Source records
□ □ □ □ □ □ □
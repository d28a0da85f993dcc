using System.Diagnostics;
using System.Numerics;
using System.Runtime.InteropServices;
using System.Runtime.Intrinsics;
using SignalInspect.Capture;
using SignalInspect.Dsp;
using SignalInspect.Spectrum;

namespace SignalInspect.Demodulation;
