import fc from 'fast-check';
import { describe, expect, it } from 'vitest';
import { decimalOfDouble } from '../../src/interval/decimal-literal.js';
import {
  ETA,
  MAX,
  addDown,
  addUp,
  divDown,
  divUp,
  down,
  mulDown,
  mulUp,
  nextDown,
  nextUp,
  sqrtDown,
  sqrtUp,
  subDown,
  subUp,
  up,
} from '../../src/interval/round.js';
import { Exact, anyDouble, exact } from './oracle.js';

const finite = anyDouble;

describe('nextUp / nextDown (bit-exact)', () => {
  it('special values (IEEE 754-2008 §5.3.1, from memory)', () => {
    expect(nextUp(0)).toBe(ETA);
    expect(nextUp(-0)).toBe(ETA);
    expect(nextDown(0)).toBe(-ETA);
    expect(nextUp(MAX)).toBe(Infinity);
    expect(nextUp(Infinity)).toBe(Infinity);
    expect(nextUp(-Infinity)).toBe(-MAX);
    expect(nextDown(-MAX)).toBe(-Infinity);
    expect(nextUp(1)).toBe(1 + 2 ** -52); // closed form: ulp(1) = 2^-52
    expect(nextDown(1)).toBe(1 - 2 ** -53); // closed form: spacing below 1 is 2^-53
    expect(nextUp(-ETA)).toBe(-0);
    expect(nextUp(2 ** -1022 - ETA)).toBe(2 ** -1022); // largest subnormal → smallest normal
    expect(Number.isNaN(nextUp(NaN))).toBe(true);
  });

  it('nextUp(x) is the smallest double above x: no double strictly between (decimal midpoint check)', () => {
    fc.assert(
      fc.property(finite, (x) => {
        const n = nextUp(x);
        expect(n > x).toBe(true);
        if (n === Infinity) return;
        // The exact midpoint of x and n rounds back to one of them, so nothing lies between.
        const m = Number(exact(x).plus(exact(n)).div(2).toString());
        expect(m === x || m === n || (m === 0 && x === 0)).toBe(true);
        expect(nextDown(n) === x).toBe(true);
      }),
      { numRuns: 500 },
    );
  });

  it('up(c) ≥ nextUp(c) and down(c) ≤ nextDown(c) (Rump et al. 2009, Theorem 2.2), at most 2 steps', () => {
    fc.assert(
      fc.property(finite, (c) => {
        const u = up(c);
        const d = down(c);
        expect(u >= nextUp(c)).toBe(true);
        expect(d <= nextDown(c)).toBe(true);
        expect(u <= nextUp(nextUp(c))).toBe(true);
        expect(d >= nextDown(nextDown(c))).toBe(true);
      }),
      { numRuns: 2000 },
    );
    expect(up(-Infinity)).toBe(-MAX);
    expect(down(Infinity)).toBe(MAX);
  });
});

describe('directed + − × ÷ against exact decimal.js (precision 3000: exact for + − ×)', () => {
  const check = (lo: number, hi: number, v: InstanceType<typeof Exact>, inRange = true) => {
    if (lo !== -Infinity) expect(exact(lo).lte(v), `lo ${lo} > ${v.toString()}`).toBe(true);
    if (hi !== Infinity) expect(exact(hi).gte(v), `hi ${hi} < ${v.toString()}`).toBe(true);
    // Tightness: lo and hi are adjacent or equal doubles whenever both are finite and in range.
    if (inRange && Number.isFinite(lo) && Number.isFinite(hi) && Math.abs(lo) > 2 ** -960 && Math.abs(hi) < 2 ** 990)
      expect(hi === lo || nextUp(lo) === hi, `not tight: [${lo}, ${hi}]`).toBe(true);
  };
  it('addDown ≤ a + b ≤ addUp, subDown ≤ a − b ≤ subUp', () => {
    fc.assert(
      fc.property(finite, finite, (a, b) => {
        check(addDown(a, b), addUp(a, b), exact(a).plus(exact(b)));
        check(subDown(a, b), subUp(a, b), exact(a).minus(exact(b)));
      }),
      { numRuns: 1000 },
    );
  });
  it('mulDown ≤ a·b ≤ mulUp', () => {
    fc.assert(
      fc.property(finite, finite, (a, b) => {
        const lo = mulDown(a, b);
        const hi = mulUp(a, b);
        check(lo, hi, exact(a).times(exact(b)), Math.abs(a) < 2 ** 990 && Math.abs(b) < 2 ** 990);
      }),
      { numRuns: 1000 },
    );
  });
  it('divDown ≤ a/b ≤ divUp (decided by cross-multiplication, exact)', () => {
    fc.assert(
      fc.property(finite, finite, (a, b) => {
        fc.pre(b !== 0);
        const lo = divDown(a, b);
        const hi = divUp(a, b);
        // lo ≤ a/b ⟺ lo·b ≤ a (b > 0) or lo·b ≥ a (b < 0); exact products.
        const A = exact(a);
        const B = exact(b);
        if (lo !== -Infinity) expect(b > 0 ? exact(lo).times(B).lte(A) : exact(lo).times(B).gte(A)).toBe(true);
        if (hi !== Infinity) expect(b > 0 ? exact(hi).times(B).gte(A) : exact(hi).times(B).lte(A)).toBe(true);
        if (Math.abs(lo) > 2 ** -960 && Math.abs(hi) < 2 ** 990 && Math.abs(a) > 2 ** -960 && Math.abs(a) < 2 ** 990 && Math.abs(b) < 2 ** 990)
          expect(hi === lo || nextUp(lo) === hi).toBe(true);
      }),
      { numRuns: 1000 },
    );
  });
  it('pinned: exact results stay exact (common practice, no source)', () => {
    expect(addDown(1, 2)).toBe(3);
    expect(addUp(0.5, 0.25)).toBe(0.75);
    expect(mulDown(3, 9)).toBe(27);
    expect(divUp(1, 4)).toBe(0.25);
    expect(addDown(1, -1)).toBe(0);
    expect(addUp(MAX, MAX)).toBe(Infinity);
    expect(addDown(MAX, MAX)).toBe(MAX); // overflow from finite operands: lower bound stays finite
    expect(mulUp(-MAX, 2)).toBe(-MAX);
    expect(mulDown(2 ** -600, 2 ** -600)).toBe(0); // exact 2^-1200 > 0 underflows: the lower bound 0 keeps the sign …
    expect(mulUp(2 ** -600, 2 ** -600)).toBe(ETA); // … and up gives the smallest subnormal
    expect(mulUp(-(2 ** -600), 2 ** -600)).toBe(0);
    expect(divDown(2 ** -1000, 2 ** 1000)).toBe(0);
  });
});

describe('sqrtDown / sqrtUp (verified with exact squares)', () => {
  it('sqrtDown(x)² ≤ x ≤ sqrtUp(x)², adjacent or equal', () => {
    fc.assert(
      fc.property(fc.double({ min: 0, noNaN: true, noDefaultInfinity: true }), (x) => {
        const lo = sqrtDown(x);
        const hi = sqrtUp(x);
        const X = exact(x);
        expect(exact(lo).times(exact(lo)).lte(X)).toBe(true);
        expect(exact(hi).times(exact(hi)).gte(X)).toBe(true);
        expect(lo === hi || nextUp(lo) === hi).toBe(true);
      }),
      { numRuns: 1000 },
    );
  });
  it('perfect squares are exact, incl. subnormal 2^-1074 (closed form)', () => {
    expect(sqrtDown(4)).toBe(2);
    expect(sqrtUp(4)).toBe(2);
    expect(sqrtDown(2 ** -1074)).toBe(2 ** -537);
    expect(sqrtUp(2 ** -1074)).toBe(2 ** -537);
    expect(sqrtUp(MAX) > Math.sqrt(MAX) || exact(sqrtUp(MAX)).pow(2).gte(exact(MAX))).toBe(true);
    expect(Number.isNaN(sqrtDown(-1))).toBe(true);
    expect(sqrtUp(Infinity)).toBe(Infinity);
    void decimalOfDouble;
  });
});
□ □ □ □ □ □ □
The answer should be an exact copy of the lines from the first line of the data through the line with "expect(nextDown(n) === x).toBe(true);" and should contain nothing else.

:: YOUR RESPONSE ::
repository d28a0da85f993dcc
using System.Diagnostics;
using System.Numerics;
using System.Runtime.InteropServices;
using System.Runtime.Intrinsics;
using SignalInspect.Capture;
using SignalInspect.Dsp;
using SignalInspect.Spectrum;

namespace SignalInspect.Demodulation;
import fc from 'fast-check';
import { describe, expect, it } from 'vitest';
import { decimalOfDouble } from '../../src/interval/decimal-literal.js';
import {
  ETA,
  MAX,
  addDown,
  addUp,
  divDown,
  divUp,
  down,
  mulDown,
  mulUp,
  nextDown,
  nextUp,
  sqrtDown,
  sqrtUp,
  subDown,
  subUp,
  up,
} from '../../src/interval/round.js';
import { Exact, anyDouble, exact } from './oracle.js';

const finite = anyDouble;

describe('nextUp / nextDown (bit-exact)', () => {
  it('special values (IEEE 754-2008 §5.3.1, from memory)', () => {
    expect(nextUp(0)).toBe(ETA);
    expect(nextUp(-0)).toBe(ETA);
    expect(nextDown(0)).toBe(-ETA);
    expect(nextUp(MAX)).toBe(Infinity);
    expect(nextUp(Infinity)).toBe(Infinity);
    expect(nextUp(-Infinity)).toBe(-MAX);
    expect(nextDown(-MAX)).toBe(-Infinity);
    expect(nextUp(1)).toBe(1 + 2 ** -52); // closed form: ulp(1) = 2^-52
    expect(nextDown(1)).toBe(1 - 2 ** -53); // closed form: spacing below 1 is 2^-53
    expect(nextUp(-ETA)).toBe(-0);
    expect(nextUp(2 ** -1022 - ETA)).toBe(2 ** -1022); // largest subnormal → smallest normal
    expect(Number.isNaN(nextUp(NaN))).toBe(true);
  });

  it('nextUp(x) is the smallest double above x: no double strictly between (decimal midpoint check)', () => {
    fc.assert(
      fc.property(finite, (x) => {
        const n = nextUp(x);
        expect(n > x).toBe(true);
        if (n === Infinity) return;
        // The exact midpoint of x and n rounds back to one of them, so nothing lies between.
        const m = Number(exact(x).plus(exact(n)).div(2).toString());
        expect(m === x || m === n || (m === 0 && x === 0)).toBe(true);
        expect(nextDown(n) === x).toBe(true);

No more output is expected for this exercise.